OnGo as a backhaul.  We detected a theme that seems durable: CBRS spectrum can be used by enterprises with far-flung operations to save costs by reducing the installation of wired / optical cables and associated infrastructure.  There was an impressive list of vendors who had equipment at the show, a number of which were gateway devices that made connections between CBRS and other well-known protocols such as Ethernet and WiFi, to name a couple.  While OnGo/CBRS support is not as widespread on devices today, IoT devices supporting other wired and wireless systems certainly are, the list of which includes WiFi, Zigbee, Bluetooth, Ethernet and more.  We were taken by how compelling some presenters made a case for using CBRS simply assuming a reduction in new cabling to enable new systems such as kiosks, surveillance, digital signage, farming, and so on.  Many of these examples would increase the deployment of existing protocols like WiFi, Zigbee, Bluetooth, and Ethernet, instead of reducing their demand.  The idea that OnGo/CBRS competes with existing systems may be incorrect.
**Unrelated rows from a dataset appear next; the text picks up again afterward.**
package rrkm

import (
	"errors"
	"fmt"
	"math"
	"slices"
	"strings"
	"testing"

	"gonum.org/v1/gonum/floats/scalar"
	"gonum.org/v1/gonum/integrate/quad"
	"gonum.org/v1/gonum/mat"
)

// methyl is a typical methyl rotor: B = 5.3 cm⁻¹, a threefold barrier of
// 1000 cm⁻¹ (illustrative values of the size of ethane's, from memory).
var methyl = HinderedRotor{B: 5.3, V0: 1000, Fold: 3}

// expand turns levels into a sorted list of energies, each repeated
// σ·g times (σ·g is a whole number of states), so that two level lists can
// be compared whatever the merging of degenerate levels.
func expand(t *testing.T, levels []Level, sigma int) []float64 {
	t.Helper()
	var out []float64
	for _, l := range levels {
		k := l.Degeneracy * float64(sigma)
		if math.Abs(k-math.Round(k)) > 1e-12 {
			t.Fatalf("level %v cm-1: σ·g = %v is not a whole number", l.Energy, k)
		}
		for range int(math.Round(k)) {
			out = append(out, l.Energy)
		}
	}
	return out
}

// With V0 = 0 the Hamiltonian is diagonal in e^(imφ): the levels are B·m²
// (exact), m = 0 once and ±m twice, each state with weight 1/σ.
func TestHinderedFreeRotorLevels(t *testing.T) {
	const tol = 1e-9 // the eigenvalues of a diagonal matrix, to rounding
	cases := []HinderedRotor{
		{B: 2.5, Fold: 1},
		{B: 2.5, Fold: 2},
		{B: 2.5, Fold: 3},
		{B: 2.5, Fold: 3, Symmetry: 1},
		{B: 0.7, Fold: 6, Symmetry: 3},
	}
	for _, h := range cases {
		t.Run(fmt.Sprintf("n=%d σ=%d", h.Fold, h.sigma()), func(t *testing.T) {
			const emax = 2000
			got, err := h.Levels(emax)
			if err != nil {
				t.Fatal(err)
			}
			var want []Level
			for m := 0; h.B*float64(m*m) <= emax; m++ {
				g := 2.0
				if m == 0 {
					g = 1
				}
				want = append(want, Level{h.B * float64(m*m), g / float64(h.sigma())})
			}
			if len(got) != len(want) {
				t.Fatalf("%d levels, want %d", len(got), len(want))
			}
			for i := range want {
				if math.Abs(got[i].Energy-want[i].Energy) > tol || math.Abs(got[i].Degeneracy-want[i].Degeneracy) > 1e-12 {
					t.Errorf("level %d: %+v, want %+v", i, got[i], want[i])
				}
			}
		})
	}
}

// The free rotor's Q = (1/σ)·Σ_m exp(−a·m²), a = B/kT, over all integers m.
// Its Euler–Maclaurin expansion about the classical integral has no
// correction terms (all derivatives vanish at ±∞), so the remainder is
// exponentially small; Poisson summation gives it exactly (Jacobi's
// imaginary transformation of θ3):
//
//	Σ_m exp(−a·m²) = sqrt(π/a)·(1 + 2·Σ_{k≥1} exp(−π²k²/a)).
//
// The test checks Q against the right-hand side through k = 4 (the next
// term is below 1e-100 for a ≤ 3) to 1e-13 relative (summation rounding
// over ≤ 400 levels), from a = 3 (kT < B, far from classical) to a = 0.01,
// where Q equals the classical (1/σ)·sqrt(πkT/B) to 1e-13.
func TestHinderedFreeRotorQ(t *testing.T) {
	const tol = 1e-13
	worst := 0.0
	defer func() { t.Logf("worst |Q/Poisson − 1| = %.2g", worst) }()
	for _, h := range []HinderedRotor{{B: 5.3, Fold: 3}, {B: 0.9, Fold: 1}, {B: 2, Fold: 2, Symmetry: 1}} {
		for _, a := range []float64{3, 1, 0.3, 0.05, 0.01} {
			kt := h.B / a
			tK := kt / kT(1)
			want := 1.0
			for k := 1.0; k <= 4; k++ {
				want += 2 * math.Exp(-math.Pi*math.Pi*k*k/a)
			}
			want *= math.Sqrt(math.Pi/a) / float64(h.sigma())
			worst = math.Max(worst, math.Abs(h.Q(tK)/want-1))
			if got := h.Q(tK); !scalar.EqualWithinRel(got, want, tol) {
				t.Errorf("B=%v n=%d σ=%d, B/kT=%v: Q = %.15g, Poisson sum %.15g (rel %.2g)", h.B, h.Fold, h.sigma(), a, got, want, got/want-1)
			}
			if a <= 0.01 {
				if cl := math.Sqrt(math.Pi*kt/h.B) / float64(h.sigma()); !scalar.EqualWithinRel(h.Q(tK), cl, tol) {
					t.Errorf("B/kT=%v: Q = %.15g, classical %.15g", a, h.Q(tK), cl)
				}
			}
		}
	}
}

// A barrier much higher than the levels looked at leaves n equivalent
// harmonic wells of frequency ν = n·sqrt(V0·B): each well level is n-fold
// (tunnelling splittings ~ exp(−4·sqrt(V0/(Bn²))) ≈ e^−190 here, merged),
// weight n/σ. The potential is Mathieu's: with z = nφ/2, a = 4(E − V0/2)/(Bn²)
// and q = V0/(Bn²), whose characteristic values for large q are (Abramowitz &
// Stegun 20.2.30, from memory)
//
//	a ≈ −2q + 2s·√q − (s²+1)/8 − (s³+3s)/(2⁷·√q),   s = 2v + 1,
//
// that is E_v ≈ ν(v+½) − (Bn²/32)(s²+1) − (Bn²/512)(s³+3s)/√q. The second
// term is also first-order perturbation theory for the quartic term
// −V0·n⁴φ⁴/48 of the cosine with ⟨v|φ⁴|v⟩ = (B/ν)²(6v²+6v+3) (harmonic
// oscillator matrix element), which checks the recalled formula; the lowest
// spacing is then ν − n²B/4. The next term of the series is O(1/√q) = 0.02
// relative to the last one kept, so the test allows 0.1 of the last term in
// E_v − E_0.
func TestHinderedHighBarrierLimit(t *testing.T) {
	for _, h := range []HinderedRotor{{B: 1, V0: 20000, Fold: 3}, {B: 1, V0: 20000, Fold: 3, Symmetry: 1}, {B: 0.5, V0: 8000, Fold: 2}} {
		t.Run(fmt.Sprintf("n=%d σ=%d", h.Fold, h.sigma()), func(t *testing.T) {
			n := float64(h.Fold)
			nu := h.HarmonicFrequency()
			if want := n * math.Sqrt(h.V0*h.B); !scalar.EqualWithinRel(nu, want, 1e-14) {
				t.Fatalf("ν = %v, want n·sqrt(V0·B) = %v", nu, want)
			}
			sq := math.Sqrt(h.V0 / (h.B * n * n))
			e := func(v int) (two, three float64) {
				s := float64(2*v + 1)
				two = nu*(float64(v)+0.5) - h.B*n*n/32*(s*s+1)
				return two, two - h.B*n*n/512*(s*s*s+3*s)/sq
			}
			levels, err := h.Levels(4.5 * nu)
			if err != nil {
				t.Fatal(err)
			}
			two0, three0 := e(0)
			worst := 0.0
			for v := 1; v <= 4; v++ {
				got := levels[v]
				two, three := e(v)
				want := three - three0
				last := math.Abs((three - three0) - (two - two0))
				if d := math.Abs(got.Energy - want); d > 0.1*last {
					t.Errorf("v=%d: E = %.6f cm-1, Mathieu asymptotic %.6f (|Δ| %.3g > %.3g)", v, got.Energy, want, d, 0.1*last)
				} else {
					worst = math.Max(worst, d/last)
				}
				if want := n / float64(h.sigma()); math.Abs(got.Degeneracy-want) > 1e-12 {
					t.Errorf("v=%d: degeneracy %v, want n/σ = %v", v, got.Degeneracy, want)
				}
			}
			// The lowest spacing against the two-term ν − n²B/4, which lacks
			// the third term: allowed 1.1 times that term.
			two1, three1 := e(1)
			if s, last := levels[1].Energy, math.Abs((three1-three0)-(two1-two0)); math.Abs(s-(nu-n*n*h.B/4)) > 1.1*last {
				t.Errorf("lowest spacing %.6f, ν − n²B/4 = %.6f (|Δ| > %.3g)", s, nu-n*n*h.B/4, 1.1*last)
			}
			t.Logf("ν = %.4g cm-1: worst |E − Mathieu| = %.3g of the last term kept", nu, worst)
		})
	}
}

// Pitzer–Gwinn against the exact quantum Q from the levels. Its accuracy is
// usually quoted as a few per cent (from memory, not checked against a
// source); there is no error bound, so each tolerance below is the measured
// worst deviation with a margin, and the test guards the figures quoted in
// docs/validation.md. V0/kT runs from 0.1 to 50, T from 100 to 3000 K. The
// error is largest at low T for low barriers (V0 ≲ n²B), where the harmonic
// zero-point energy hν/2 = n·sqrt(V0·B)/2, which sets the zero of Q_PG,
// overstates the true one (≈ V0/2 for V0 → 0).
func TestPitzerGwinn(t *testing.T) {
	cases := []struct {
		name     string
		h        HinderedRotor
		hindered float64 // tolerance for V0/kT ≥ 2
		all      float64 // tolerance for V0/kT ≥ 0.1
	}{
		{"methyl B=5.3 n=3", HinderedRotor{B: 5.3, Fold: 3}, 0.025, 0.10},
		{"B=1 n=2", HinderedRotor{B: 1, Fold: 2}, 0.005, 0.01},
		{"heavy B=0.5 n=1", HinderedRotor{B: 0.5, Fold: 1}, 0.002, 0.002},
		// A light rotor (OH-like) at low T: PG fails; documented.
		{"light B=20 n=3", HinderedRotor{B: 20, Fold: 3}, 0.25, 0.40},
	}
	for _, tc := range cases {
		t.Run(tc.name, func(t *testing.T) {
			worstH, worstAll := 0.0, 0.0
			for _, tK := range []float64{100, 200, 300, 500, 1000, 2000, 3000} {
				for _, r := range []float64{0.1, 0.2, 0.5, 1, 2, 5, 10, 20, 50} {
					h := tc.h
					h.V0 = r * kT(tK)
					q, pg := h.Q(tK), PitzerGwinn(h, tK)
					d := math.Abs(pg/q - 1)
					tol := tc.all
					if r >= 2 {
						tol = tc.hindered
						worstH = math.Max(worstH, d)
					}
					worstAll = math.Max(worstAll, d)
					if d > tol {
						t.Errorf("%v K, V0/kT = %v: Q_PG = %.6g, Q = %.6g (rel %.3g > %g)", tK, r, pg, q, pg/q-1, tol)
					}
				}
			}
			t.Logf("worst |Q_PG/Q − 1|: %.3g %% for V0/kT ≥ 2, %.3g %% for V0/kT ≥ 0.1", 100*worstH, 100*worstAll)
		})
	}
	// Exact limits: V0 = 0 gives the classical free rotor, which equals the
	// quantum Q at kT ≫ B (see TestHinderedFreeRotorQ), so Q_PG = Q there.
	free := HinderedRotor{B: 5.3, Fold: 3}
	if got, want := PitzerGwinn(free, 1000), math.Sqrt(math.Pi*kT(1000)/5.3)/3; !scalar.EqualWithinRel(got, want, 1e-14) {
		t.Errorf("V0 = 0: Q_PG = %v, want (1/σ)sqrt(πkT/B) = %v", got, want)
	}
}

// e^(−x)·I0(x) from the series and asymptotic expansion against Gauss–
// Legendre quadrature of the integral representation
// I0(x) = (1/π)∫₀^π exp(x·cos θ) dθ (Abramowitz & Stegun 9.6.19), an
// independent algorithm; 1e-13 relative is quadrature and summation
// rounding. I0(1) = 1.2660658777520084 (A&S Table 9.8, from memory) to
// 1e-15.
func TestScaledI0(t *testing.T) {
	worst := 0.0
	defer func() { t.Logf("worst relative difference from quadrature %.2g", worst) }()
	for _, x := range []float64{0, 0.1, 1, 5, 17, 29.99, 30.01, 45, 100, 1000, 1e4} {
		f := func(th float64) float64 { return math.Exp(x*(math.Cos(th)-1)) / math.Pi }
		want := quad.Fixed(f, 0, math.Pi, 4000, nil, 0)
		worst = math.Max(worst, math.Abs(scaledI0(x)/want-1))
		if got := scaledI0(x); !scalar.EqualWithinRel(got, want, 1e-13) {
			t.Errorf("e^-x I0(%v) = %.16g, quadrature %.16g (rel %.2g)", x, got, want, got/want-1)
		}
	}
	if got := scaledI0(1) * math.E; !scalar.EqualWithinRel(got, 1.2660658777520084, 1e-15) {
		t.Errorf("I0(1) = %.17g", got)
	}
}

// The classical Q of a series potential comes from the trapezoidal rule; a
// zero extra term takes that path and must give the I0 result (independent
// algorithm), to 1e-13 (the rule converges to 1e-14, plus rounding).
func TestClassicalQSeriesPath(t *testing.T) {
	for _, tK := range []float64{50, 300, 3000} {
		h := methyl
		want := h.ClassicalQ(tK)
		h.Cos = []float64{0}
		got := h.ClassicalQ(tK)
		t.Logf("%v K: trapezoid/I0 − 1 = %.2g", tK, got/want-1)
		if !scalar.EqualWithinRel(got, want, 1e-13) {
			t.Errorf("%v K: trapezoid %.15g, I0 %.15g", tK, got, want)
		}
	}
}

// Doubling the automatically chosen basis limit M moves no level below the
// requested ceiling by more than 1e-8 cm⁻¹ (the brief's criterion; the
// truncation error is designed to be below rounding, ~1e-11 here).
func TestHinderedLevelsConverge(t *testing.T) {
	const tol = 1e-8
	cases := []struct {
		name string
		h    HinderedRotor
		emax float64
	}{
		{"methyl to 50000", methyl, 50000},
		{"methyl to 300", methyl, 300},
		{"high barrier", HinderedRotor{B: 1, V0: 20000, Fold: 3}, 30000},
		{"heavy n=2 σ=1", HinderedRotor{B: 0.4, V0: 700, Fold: 2, Symmetry: 1}, 20000},
		{"series n=1", HinderedRotor{B: 0.8, V0: 1200, Fold: 1, Cos: []float64{300, -50}}, 20000},
		{"free", HinderedRotor{B: 3, Fold: 3}, 10000},
	}
	for _, tc := range cases {
		t.Run(tc.name, func(t *testing.T) {
			auto, m, err := tc.h.levels(tc.emax)
			if err != nil {
				t.Fatal(err)
			}
			doubled, err := tc.h.levelsInBasis(tc.emax, 2*m)
			if err != nil {
				t.Fatal(err)
			}
			a, d := expand(t, auto, tc.h.sigma()), expand(t, doubled, tc.h.sigma())
			if len(a) != len(d) {
				t.Fatalf("M = %d: %d states below %v cm-1, 2M: %d", m, len(a), tc.emax, len(d))
			}
			worst := 0.0
			for i := range a {
				worst = math.Max(worst, math.Abs(a[i]-d[i]))
			}
			if worst > tol {
				t.Errorf("M = %d → %d: levels move by %.3g cm-1 (> %g)", m, 2*m, worst, tol)
			}
			t.Logf("M = %d, %d states: doubling M moves levels by %.2g cm-1", m, len(a), worst)
		})
	}
}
PAL auctions.  Commissioner O’Reilly said PAL auctions are scheduled for June 25, 2020.  In our formal and informal interviews, we understand there is a growing concern that CBRS spectrum auctions could be aggressively pursued not only by existing Tier 1 mobile operators but also by other players, not least of which could include MSOs and maybe even “Big Tech” companies.  Since the 3.5 GHz spectrum is where many countries besides the US have begun deploying 5G services, making equipment in these frequency bands commonplace, there is ample reason to want to use this spectrum in the US.  Bidders may raise the price high enough that enterprises will choose not to compete, and won’t view the CBRS spectrum as attractive as they had hoped.  In this case, PAL would look quite a bit more like a typical licensed spectrum, similar to other auctions.

OnGo devices abound.  At the show, the following vendors had devices on show (see pictures):  Sercomm, MultiTech, Sierra WIreless, Zyxel, Encore, Cradlepoint, AMIT Wireless, Commscope / Ruckus, Accelleran, Bai Cells, Cambium, Samsung, Google, LG Electronics, Sequans, Telit, JMA Wireless, Motorola Solutions, Cisco, BEC Technologies, Ericsson, ip access, BLINQ, Comba Telecom, and Westell.